Utilities: digits() generator, my_timeit() context manager.
'''
from time import time # For my_timeit.
from random import randint # For example with random number.
upperBound = 10**5 # Default value, can be overridden by user.
class my_timeit:
'''Very simple timing context manager.'''
def __init__(self, message):
self.message = message
self.start = time()
def __enter__(self):
return self
def __exit__(self, *data):
print(self.message.format(time() - self.start))
def digits(x:'nonnegative number') -> "yields number's digits":
if not (x >= 0): raise ValueError('Number should be nonnegative')
while x:
yield x % 10
x //= 10
def slow_happy(number, known = {1}, happies = {1}) -> 'True/None':
'''Tell if the number is happy or not, caching results.
It uses two static variables, parameters known and happies; the
first one contains known happy and unhappy numbers; the second
contains only happy ones.
If you want, you can pass your own known and happies arguments. If
you do, you should keep the assumption commented out on the 1 line.
'''
# This is commented out because <= is expensive.

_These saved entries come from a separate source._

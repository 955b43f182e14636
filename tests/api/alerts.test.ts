import { QueryTypes } from 'sequelize';
import { beforeEach, describe, expect, it } from 'vitest';
import { runAlertSweep } from '../../server/jobs/alertSweep';
import { runSilenceCheck } from '../../server/jobs/silenceCheck';
import { Node, Outage } from '../../server/models';
import { buildUser, call, signIn, useApi } from '../helpers/api';
import { alertScene, outboxRows, sendOutbox, setPreferences, silenceCheck } from '../helpers/alertScene';
import { manualClock } from '../helpers/clock';
import { buildNode } from '../helpers/factories';
import { clearInbox, mailTo } from '../helpers/mailFake';

const clock = manualClock();
// Report interval 60 s (the default) and three missed intervals: offline 180 s after the last report.
const OFFLINE_AFTER_S = 181;
let day = 1;

describe('outage mail', () => {
  const ctx = useApi({ now: clock.now });
  beforeEach(async () => {
    clock.set(`2026-07-${String(day++).padStart(2, '0')}T12:00:00Z`);
    ctx.config.alertGraceS = null;
    await clearInbox();
    await silenceCheck(ctx); // starts watching afresh for this test's day
  });

  it('a node going silent mails its host and its neighbourhood’s operators once, and nobody else', async () => {
    const s = await alertScene(ctx);
    expect((await s.report()).status).toBe(202);
    clock.advance(OFFLINE_AFTER_S);
    await silenceCheck(ctx);
    expect((await Node.findByPk(s.node.id))!.state).toBe('offline');
    expect((await sendOutbox(ctx)).sent).toBeGreaterThanOrEqual(2);
    await sendOutbox(ctx);
    await silenceCheck(ctx);
    await sendOutbox(ctx);

    const mail = await mailTo(s.addresses(...s.everyone));
    expect(mail.map((m) => m.to[0].address).sort()).toEqual([s.host.email, s.operator.email].sort());
    const hostMail = mail.find((m) => m.to[0].address === s.host.email)!;
    const opMail = mail.find((m) => m.to[0].address === s.operator.email)!;
    expect(hostMail.subject).toContain(s.node.name);
    // The host checklist, in order, with the safety caution and the operators to contact by name.
    const order = ['Power:', 'power-over-Ethernet injector', 'The cable at the radio', 'The antenna'].map((w) => hostMail.text.indexOf(w));
    expect(order.every((i) => i >= 0)).toBe(true);
    expect([...order].sort((a, b) => a - b)).toEqual(order);
    expect(hostMail.text).toMatch(/Safety: Do not climb onto the roof or up a ladder/);
    expect(hostMail.text).toContain('licensed');
    expect(hostMail.text).toContain(s.operator.name);
    // The operator version: figures, a link to the node page, an acknowledge link.
    expect(opMail.subject).toMatch(/^Offline: /);
    expect(opMail.text).toContain('Weakest signal: -60 dBm');
    expect(opMail.text).toContain(`/nodes/${s.node.id}`);
    expect(opMail.text).toMatch(/\/api\/v1\/mail-links\/acknowledge\?t=acknowledge\./);
    expect(hostMail.text).not.toContain('acknowledge?t=');
    for (const m of mail) expect(m.html).toContain('/api/v1/mail-links/unsubscribe?t=');
  });

  it('recovery mails back-online once, with the outage’s duration, to the same people', async () => {
    const s = await alertScene(ctx);
    await s.report();
    clock.advance(OFFLINE_AFTER_S);
    await silenceCheck(ctx);
    await sendOutbox(ctx);
    await clearInbox();
    clock.advance(20 * 60);
    expect((await s.report()).status).toBe(202);
    expect((await Node.findByPk(s.node.id))!.state).toBe('online');
    await sendOutbox(ctx);
    await sendOutbox(ctx);
    const mail = await mailTo(s.addresses(...s.everyone));
    expect(mail.map((m) => m.to[0].address).sort()).toEqual([s.host.email, s.operator.email].sort());
    const opMail = mail.find((m) => m.to[0].address === s.operator.email)!;
    // Outage from the first missed report (60 s after the last one) to the report 20 min after going offline.
    expect(opMail.subject).toMatch(/^Back online: .* after 22 min$/);
    expect(mail.find((m) => m.to[0].address === s.host.email)!.text).toContain('out for 22 min');
  });

  it('follows preferences: an opted-in admin gets it, an operator who chose off does not, an hourly one reads it in the digest', async () => {
    const s = await alertScene(ctx);
    const hourly = await buildUser({ role: 'operator' });
    const { OperatorAssignment } = await import('../../server/models');
    await OperatorAssignment.create({ userId: hourly.id, neighbourhoodId: s.hood.id });
    await setPreferences(s.admin.id, { adminNodeMail: true });
    await setPreferences(s.operator.id, { operatorMode: 'off' });
    await setPreferences(hourly.id, { operatorMode: 'hourly' });
    await runAlertSweep(ctx.sequelize, ctx.config, clock.now()); // marks the hour the digest counts from
    await s.report();
    clock.advance(OFFLINE_AFTER_S);
    await silenceCheck(ctx);
    await sendOutbox(ctx);
    let mail = await mailTo(s.addresses(...s.everyone, hourly));
    expect(mail.map((m) => m.to[0].address).sort()).toEqual([s.admin.email, s.host.email].sort());
    clock.set(clock.now().toISOString().slice(0, 13) + ':00:00Z');
    clock.advance(3600);
    await runAlertSweep(ctx.sequelize, ctx.config, clock.now());
    await sendOutbox(ctx);
    mail = await mailTo([hourly.email]);
    expect(mail).toHaveLength(1);
    expect(mail[0].subject).toBe('Hourly digest: 1 node change');
    expect(mail[0].text).toContain(`${s.node.name} (`);
  });

  it('holds a host’s mail until their quiet hours end (network time zone)', async () => {
    const s = await alertScene(ctx);
    await ctx.sequelize.query(`UPDATE network_settings SET time_zone = 'Europe/Berlin'`);
    try {
      // 12:00 UTC is 14:00 in Berlin in July (CEST, UTC+2): quiet from 13:30 to 15:00 local.
      await setPreferences(s.host.id, { quietStart: '13:30', quietEnd: '15:00' });
      await s.report();
      clock.advance(OFFLINE_AFTER_S);
      await silenceCheck(ctx);
      const hostRow = (await outboxRows(ctx, s.node.id)).find((r) => r.recipient_user_id === s.host.id)!;
      expect(new Date(hostRow.next_attempt_at).toISOString()).toBe(clock.now().toISOString().slice(0, 11) + '13:00:00.000Z');
      await sendOutbox(ctx);
      expect((await mailTo([s.host.email])).length).toBe(0);
      expect((await mailTo([s.operator.email])).length).toBe(1);
      clock.set(clock.now().toISOString().slice(0, 11) + '13:00:00Z');
      await sendOutbox(ctx);
      expect((await mailTo([s.host.email])).length).toBe(1);
    } finally {
      await ctx.sequelize.query(`UPDATE network_settings SET time_zone = 'UTC'`);
    }
  });

  it('waits for a longer grace before the first mail, and mails nothing when the node is back within it', async () => {
    ctx.config.alertGraceS = 600;
    const s = await alertScene(ctx);
    await s.report();
    clock.advance(OFFLINE_AFTER_S);
    await silenceCheck(ctx);
    await runAlertSweep(ctx.sequelize, ctx.config, clock.now());
    expect(await outboxRows(ctx, s.node.id)).toHaveLength(0);
    clock.advance(600 - OFFLINE_AFTER_S);
    await runAlertSweep(ctx.sequelize, ctx.config, clock.now());
    const rows = (await outboxRows(ctx, s.node.id)).filter((r) => [s.host.id, s.operator.id].includes(r.recipient_user_id));
    expect(rows.map((r) => r.kind)).toEqual(['node-offline', 'node-offline']);

    const quick = await alertScene(ctx);
    await quick.report();
    clock.advance(OFFLINE_AFTER_S);
    await silenceCheck(ctx);
    clock.advance(60);
    await quick.report();
    clock.advance(600);
    await runAlertSweep(ctx.sequelize, ctx.config, clock.now());
    expect(await outboxRows(ctx, quick.node.id)).toHaveLength(0);
  });

  it('caps a flapping node’s mail per hour and sends one summary instead of the rest', async () => {
    const s = await alertScene(ctx);
    for (let i = 0; i < 6; i++) {
      await s.report();
      clock.advance(OFFLINE_AFTER_S);
      await silenceCheck(ctx);
      await sendOutbox(ctx); // the sender runs every tick
      clock.advance(5);
    }
    await s.report();
    await sendOutbox(ctx);
    const toOperator = await mailTo([s.operator.email]);
    expect(toOperator.length).toBeLessThanOrEqual(ctx.config.flapMaxPerHour + 1);
    expect(toOperator.filter((m) => m.subject.startsWith('Unsteady:'))).toHaveLength(1);
    expect((await mailTo([s.host.email])).filter((m) => m.subject.startsWith('Unsteady:'))).toHaveLength(1);
    // An hour later the node is mailed about normally again.
    clock.advance(3700);
    await s.report();
    clock.advance(OFFLINE_AFTER_S);
    await silenceCheck(ctx);
    await sendOutbox(ctx);
    expect((await mailTo([s.operator.email])).filter((m) => m.subject.startsWith('Offline:')).length).toBe(ctx.config.flapMaxPerHour / 2 + 1);
  });

  it('reminds the operators (not the host) while unacknowledged; acknowledging stops the reminders', async () => {
    const s = await alertScene(ctx);
    await s.report();
    clock.advance(OFFLINE_AFTER_S);
    await silenceCheck(ctx);
    clock.advance(ctx.config.reminderIntervalS - 1);
    await runAlertSweep(ctx.sequelize, ctx.config, clock.now());
    expect((await outboxRows(ctx, s.node.id)).filter((r) => r.kind === 'node-reminder')).toHaveLength(0);
    clock.advance(1);
    await runAlertSweep(ctx.sequelize, ctx.config, clock.now());
    await sendOutbox(ctx);
    const reminders = (await mailTo(s.addresses(...s.everyone))).filter((m) => m.subject.startsWith('Still offline:'));
    expect(reminders.map((m) => m.to[0].address)).toEqual([s.operator.email]);

    const outage = (await Outage.findOne({ where: { nodeId: s.node.id, endedAt: null } }))!;
    expect((await call(await signIn(ctx, s.operator), 'post', `/api/v1/outages/${outage.id}/acknowledge`)).status).toBe(200);
    for (let i = 0; i < 3; i++) {
      clock.advance(ctx.config.reminderIntervalS);
      await runAlertSweep(ctx.sequelize, ctx.config, clock.now());
    }
    expect((await outboxRows(ctx, s.node.id)).filter((r) => r.kind === 'node-reminder')).toHaveLength(1);
  });

  it('sends one self-check to each admin when the health check had stopped, not one per node', async () => {
    const s = await alertScene(ctx);
    const secondAdmin = await buildUser({ role: 'admin' });
    await buildNode({ neighbourhoodId: s.hood.id });
    await s.report();
    clock.advance(2 * 3600); // Parapet was down: no checks ran
    const run = await runSilenceCheck(ctx.sequelize, ctx.config, clock.now(), 1000);
    expect(run.resumed).toBe(true);
    await sendOutbox(ctx);
    const mail = await mailTo(s.addresses(...s.everyone, secondAdmin));
    expect(mail.map((m) => m.to[0].address).sort()).toEqual([s.admin.email, secondAdmin.email].sort());
    expect(mail[0].subject).toBe('Parapet’s health check was not running for 2 h'.replace('’', "'"));
    const [{ n }] = await ctx.sequelize.query<{ n: string }>(`SELECT count(*) AS n FROM outbox WHERE kind = 'self-check' AND recipient_user_id = $1`, {
      bind: [s.admin.id],
      type: QueryTypes.SELECT,
    });
    expect(Number(n)).toBe(1);
  });

  it('sends operators a daily digest of nodes degraded for hours, not an alarm', async () => {
    const s = await alertScene(ctx);
    await Node.update(
      { state: 'degraded', stateSince: new Date(clock.now().getTime() - 5 * 3600_000), healthReason: 'SNR 9 dB below 15 dB' },
      { where: { id: s.node.id } },
    );
    clock.set(clock.now().toISOString().slice(0, 11) + '07:30:00Z');
    clock.advance(86_400); // the next morning, before the digest hour (08:00 UTC)
    await runAlertSweep(ctx.sequelize, ctx.config, clock.now());
    expect(await mailTo([s.operator.email])).toHaveLength(0);
    clock.advance(3600);
    await runAlertSweep(ctx.sequelize, ctx.config, clock.now());
    await runAlertSweep(ctx.sequelize, ctx.config, clock.now());
    await sendOutbox(ctx);
    const mail = await mailTo(s.addresses(...s.everyone));
    expect(mail.map((m) => m.to[0].address)).toEqual([s.operator.email]);
    expect(mail[0].subject).toMatch(/^Daily digest: \d+ nodes? degraded for hours$/);
    expect(mail[0].text).toContain(`${s.node.name} (`);
    expect(mail[0].text).toContain('SNR 9 dB below 15 dB');
  });
});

# assert {1} <= happies <= known
if number in known:
return number in happies
history = set()
while True:
history.add(number)
number = sum(x**2 for x in digits(number))

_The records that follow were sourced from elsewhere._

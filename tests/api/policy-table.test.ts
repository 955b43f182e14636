import { Op, QueryTypes } from 'sequelize';
import { beforeAll, describe, expect, it } from 'vitest';
import { Link, Node, User } from '../../server/models';
import { type Actor, loadActor } from '../../server/policies/actor';
import { mayReadPlan, planAbilities, planScopeSql } from '../../server/policies/addressPlan';
import { linkAbilities, linkScope, linkScopeSql, mayReadLink } from '../../server/policies/link';
import { mayReadNode, nodeAbilities, nodeRooms, nodeScope, nodeScopeSql, roomsOf } from '../../server/policies/node';
import { mayReadRadio, radioAbilities } from '../../server/policies/radio';
import { linkEnds } from '../../server/services/references';
import { type Agent, buildUser, call, signIn, useApi } from '../helpers/api';
import { buildLink, buildNeighbourhood, buildNode, buildRadio, buildSite } from '../helpers/factories';

/*
 * Each access rule once, as a table: who (admin, the operator of the neighbourhood, an operator of
 * another, the host of the site, the host of another site, a deactivated person) × what (a node, its
 * radio, a link inside its neighbourhood, its address plan) × action (read, manage). Every cell is
 * checked in every shape the rule takes: the predicate, the Sequelize scope, the raw-SQL scope, the
 * live-update rooms (nodes) and the HTTP answer, so no copy of a rule can drift from the others.
 */

type Who = 'admin' | 'operatorOfHood' | 'operatorOfOther' | 'hostOfSite' | 'hostOfOther' | 'deactivated';
type What = 'node' | 'radio' | 'link' | 'plan';
/** [read, manage]; manage is only asked of what the caller reads. */
type Cell = [boolean, boolean];

const TABLE: Record<What, Record<Who, Cell>> = {
  node: {
    admin: [true, true],
    operatorOfHood: [true, true],
    operatorOfOther: [false, false],
    hostOfSite: [true, false],
    hostOfOther: [false, false],
    deactivated: [false, false],
  },
  radio: {
    admin: [true, true],
    operatorOfHood: [true, true],
    operatorOfOther: [false, false],
    hostOfSite: [true, false],
    hostOfOther: [false, false],
    deactivated: [false, false],
  },
  // Links are infrastructure: a host reads none, not even the one on their roof.
  link: {
    admin: [true, true],
    operatorOfHood: [true, true],
    operatorOfOther: [false, false],
    hostOfSite: [false, false],
    hostOfOther: [false, false],
    deactivated: [false, false],
  },
  plan: {
    admin: [true, true],
    operatorOfHood: [true, true],
    operatorOfOther: [false, false],
    hostOfSite: [false, false],
    hostOfOther: [false, false],
    deactivated: [false, false],
  },
};
const WHO: Who[] = ['admin', 'operatorOfHood', 'operatorOfOther', 'hostOfSite', 'hostOfOther', 'deactivated'];

describe('policy table: role × resource × action', () => {
  const ctx = useApi();
  const people = {} as Record<Who, User>;
  const agents = {} as Record<Who, Agent>;
  const actors = {} as Record<Who, Actor | null>;
  let node: Node;
  let radioId: number;
  let link: Link;

  beforeAll(async () => {
    people.admin = await buildUser({ role: 'admin' });
    people.operatorOfHood = await buildUser({ role: 'operator' });
    people.operatorOfOther = await buildUser({ role: 'operator' });
    people.hostOfSite = await buildUser({ role: 'host' });
    people.hostOfOther = await buildUser({ role: 'host' });
    // Was an operator of the neighbourhood and hosts the site: deactivation must take both away.
    people.deactivated = await buildUser({ role: 'operator' });
    const hood = await buildNeighbourhood({ operators: [people.operatorOfHood, people.deactivated] });
    const other = await buildNeighbourhood({ operators: [people.operatorOfOther] });
    const site = await buildSite({ neighbourhoodId: hood.id, hostUserId: people.hostOfSite.id });
    await buildSite({ neighbourhoodId: other.id, hostUserId: people.hostOfOther.id });
    await buildSite({ neighbourhoodId: hood.id, hostUserId: people.deactivated.id });
    node = await buildNode({ siteId: site.id });
    const otherNode = await buildNode({ neighbourhoodId: other.id });
    radioId = (await buildRadio({ nodeId: node.id, iface: 'wlan0' })).id;
    const peer = await buildRadio({ nodeId: (await buildNode({ neighbourhoodId: hood.id })).id });
    link = (await Link.findByPk((await buildLink({ radioAId: radioId, radioBId: peer.id })).id, { include: linkEnds() }))!;
    await buildLink({ neighbourhoodId: other.id });
    for (const n of [node, otherNode]) {
      await ctx.sequelize.query(`INSERT INTO node_address_plans (node_id, cidr, gateway) VALUES ($1, $2::cidr, $3::inet)`, {
        bind: [n.id, `10.77.${n.id}.0/24`, `10.77.${n.id}.1`],
      });
    }
    for (const who of WHO) agents[who] = await signIn(ctx, people[who]);
    await people.deactivated.update({ active: false });
    for (const who of WHO) actors[who] = await loadActor(people[who].id);
  });

  it('a deactivated person has no actor, and every call of theirs is refused as signed out', async () => {
    expect(actors.deactivated).toBeNull();
    for (const url of [`/api/v1/nodes/${node.id}`, `/api/v1/radios/${radioId}`, `/api/v1/links/${link.id}`, '/api/v1/address-plans', '/api/v1/topology']) {
      expect((await call(agents.deactivated, 'get', url)).status, url).toBe(401);
    }
  });

  const live = WHO.filter((w) => w !== 'deactivated');
  const ends = () => ({ neighbourhoodAId: link.radioA!.node!.neighbourhoodId, neighbourhoodBId: link.radioB!.node!.neighbourhoodId });
  const sqlCount = async (sql: string, bind: unknown[]) => Number((await ctx.sequelize.query<{ c: string }>(sql, { bind, type: QueryTypes.SELECT }))[0].c);

  describe.each(live)('%s', (who) => {
    const actor = () => actors[who]!;

    it(`node: read ${TABLE.node[who][0]}, manage ${TABLE.node[who][1]}`, async () => {
      const [read, manage] = TABLE.node[who];
      expect(mayReadNode(actor(), node)).toBe(read);
      expect((await Node.count({ where: { [Op.and]: [{ id: node.id }, nodeScope(actor())] } })) > 0).toBe(read);
      expect((await sqlCount(`SELECT count(*) AS c FROM nodes n WHERE n.id = $1 AND ${nodeScopeSql(actor(), 'n')}`, [node.id])) > 0).toBe(read);
      const hostSql = 'SELECT host_user_id AS h FROM sites WHERE id = $1';
      const hosted = (await ctx.sequelize.query<{ h: number | null }>(hostSql, { bind: [node.siteId], type: QueryTypes.SELECT }))[0].h;
      const rooms = nodeRooms({ neighbourhoodId: node.neighbourhoodId, hostUserId: hosted });
      expect(roomsOf(actor()).some((r) => rooms.includes(r))).toBe(read);
      const res = await call(agents[who], 'get', `/api/v1/nodes/${node.id}`);
      expect(res.status).toBe(read ? 200 : 404);
      const topo = await call(agents[who], 'get', '/api/v1/topology');
      expect(topo.status).toBe(200);
      expect(topo.body.data.nodes.some((n: { id: number }) => n.id === node.id)).toBe(read);
      expect(nodeAbilities(actor(), node).update).toBe(manage);
      if (read) expect(res.body.data.abilities.update).toBe(manage);
    });

    it(`radio: read ${TABLE.radio[who][0]}, manage ${TABLE.radio[who][1]}`, async () => {
      const [read, manage] = TABLE.radio[who];
      expect(mayReadRadio(actor(), node)).toBe(read);
      const res = await call(agents[who], 'get', `/api/v1/radios/${radioId}`);
      expect(res.status).toBe(read ? 200 : 404);
      const list = await call(agents[who], 'get', '/api/v1/radios');
      expect(list.body.data.some((r: { id: number }) => r.id === radioId)).toBe(read);
      expect(radioAbilities(actor(), node).update).toBe(manage);
      if (read) expect(res.body.data.abilities.update).toBe(manage);
    });

    it(`link: read ${TABLE.link[who][0]}, manage ${TABLE.link[who][1]}`, async () => {
      const [read, manage] = TABLE.link[who];
      expect(mayReadLink(actor(), ends())).toBe(read);
      expect((await Link.count({ where: { [Op.and]: [{ id: link.id }, linkScope(actor())] }, include: linkEnds() })) > 0).toBe(read);
      const sql = `SELECT count(*) AS c FROM links l JOIN radios ra ON ra.id = l.radio_a_id JOIN nodes na ON na.id = ra.node_id
                     JOIN radios rb ON rb.id = l.radio_b_id JOIN nodes nb ON nb.id = rb.node_id WHERE l.id = $1 AND ${linkScopeSql(actor())}`;
      expect((await sqlCount(sql, [link.id])) > 0).toBe(read);
      const res = await call(agents[who], 'get', `/api/v1/links/${link.id}`);
      expect(res.status).toBe(read ? 200 : 404);
      const list = await call(agents[who], 'get', '/api/v1/links');
      expect(list.body.data.some((l: { id: number }) => l.id === link.id)).toBe(read);
      expect(linkAbilities(actor(), ends()).update).toBe(manage);
      if (read) expect(res.body.data.abilities.update).toBe(manage);
    });

    it(`address plan: read ${TABLE.plan[who][0]}, manage ${TABLE.plan[who][1]}`, async () => {
      const [read, manage] = TABLE.plan[who];
      expect(mayReadPlan(actor(), node)).toBe(read);
      expect((await sqlCount(`SELECT count(*) AS c FROM nodes n WHERE n.id = $1 AND ${planScopeSql(actor(), 'n')}`, [node.id])) > 0).toBe(read);
      expect(planAbilities(actor(), node).update).toBe(manage);
      const res = await call(agents[who], 'get', '/api/v1/address-plans');
      if (actor().role === 'host') {
        // Planning pages refuse hosts as a whole before any record is looked at.
        expect(res.status).toBe(403);
        return;
      }
      expect(res.status).toBe(200);
      const plan = res.body.data.plans.find((p: { nodeId: number }) => p.nodeId === node.id);
      expect(Boolean(plan)).toBe(read);
      if (read) expect(plan.abilities.update).toBe(manage);
    });
  });
});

if number in known or number in history:
break
known.update(history)
if number in happies:
happies.update(history)
return True
# This will define new happy() to be much faster ------------------------.

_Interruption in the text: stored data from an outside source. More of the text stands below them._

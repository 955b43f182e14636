import { useMutation, useQueryClient } from '@tanstack/react-query';
import { invitationCreateSchema } from '../../../../shared/schemas/account';
import { FormMessage, TextField, FormActions } from '../../../components/form-field';
import { api } from '../../../lib/api';
import { useSchemaForm } from '../../../lib/schema-form';
import { siteKeys } from '../../../lib/query-keys';

/**
 * A new host for this site, invited by e-mail: they choose their own password from the link and
 * become the site's host. Operators can name only people already hosting nearby; everyone else comes this way.
 */
export function InviteHostForm({ siteId, onSent, onCancel }: { siteId: number; onSent: (email: string) => void; onCancel: () => void }) {
  const form = useSchemaForm({
    defaultValues: { email: '', name: '' },
    schema: invitationCreateSchema,
    toInput: (values) => ({ ...values, role: 'host', siteId }),
  });
  const queryClient = useQueryClient();
  const invite = useMutation({
    mutationFn: (body: { email: string; name: string; role: 'host'; siteId: number }) => api.post('/invitations', body),
    onSuccess: () => queryClient.invalidateQueries({ queryKey: siteKeys.all }),
  });
  const submit = form.handleSubmit(({ email, name }) =>
    invite.mutate({ email, name, role: 'host', siteId }, { onSuccess: () => onSent(email), onError: form.showServerError }),
  );
  return (
    <form noValidate data-testid="invite-host-form" aria-label="Invite a new host" className="grid max-w-2xl gap-4 sm:grid-cols-2" onSubmit={submit}>
      <div className="sm:col-span-2">
        <FormMessage message={form.formError} />
      </div>
      <TextField label="Host's e-mail" type="email" {...form.field('email')} />
      <TextField label="Host's name" {...form.field('name')} />
      <FormActions className="sm:col-span-2" label="Send invitation" busy={invite.isPending} busyLabel="Sending…" onCancel={onCancel} />
    </form>
  );
}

with my_timeit('Preparation time was {0} seconds.\n'):
LogAbsoluteUpperBound = 6 # The maximum possible number is 10**this.
happy_list = [slow_happy(x)
for x in range(81*LogAbsoluteUpperBound + 1)]
happy_base = 10**((LogAbsoluteUpperBound + 1)//2)
sq_list = [sum(d**2 for d in digits(x))
for x in range(happy_base + 1)]
def happy(x):
'''Tell if the number is happy, optimized for smaller numbers.
This function works fast for numbers <= 10**LogAbsoluteUpperBound.
'''
try:
return happy_list[sq_list[x%happy_base] + sq_list[x//happy_base]]
except IndexError:
return slow_happy(x)
# End of happy()'s redefinition -----------------------------------------.
def calcMain(print_numbers, upper_bound):
happies = [x for x in range(upper_bound + 1) if happy(x)]
if print_numbers:
print(happies)
if __name__ == '__main__':
while True:
upperBound = eval(input(
"Pick an upper bound [{0} default, 0 ends, negative number prints]: "
.format(upperBound)).strip() or repr(upperBound))
if not upperBound:
break
with my_timeit('This computation took {0} seconds.'):
calcMain(upperBound < 0, abs(upperBound))
single = 0
while not happy(single):
single = randint(1, 10**12)
print('FYI, {0} is {1}.\n'.format(single,
'happy' if happy(single) else 'unhappy'))
print('Nice to see you, goodbye!')
Just to get a little more closure on this issue by seeing how fast I could truely find these numbers, I wrote a multithreaded C++ implementation of Dr_Asik's algorithm. There are two things that are important to realize about the fact that this implementation is multithreaded.
More threads does not necessarily lead to better execution times, there is a happy medium for every situation depending on the volume of numbers you want to calculate.
If you compare the times between this version running with one thread and the original version, the only factors that could cause a difference in time are the overhead from starting the thread and variable system performance issues. Otherwise, the algorithm is the same.
The code for this implementation (all credit for the algorithm goes to Dr_Asik) is here. Also, I wrote some speed tests with a double check for each test to help back up those 3 points.
Calculation of the first 100,000,000 happy numbers:
Original - 39.061 / 39.000 (Dr_Asik's original implementation)
1 Thread - 39.000 / 39.079
2 Threads - 19.750 / 19.890
10 Threads - 11.872 / 11.888
30 Threads - 10.764 / 10.827
50 Threads - 10.624 / 10.561 <--
100 Threads - 11.060 / 11.216
500 Threads - 13.385 / 12.527
From these results it looks like our happy medium is about 50 threads, plus or minus ten or so.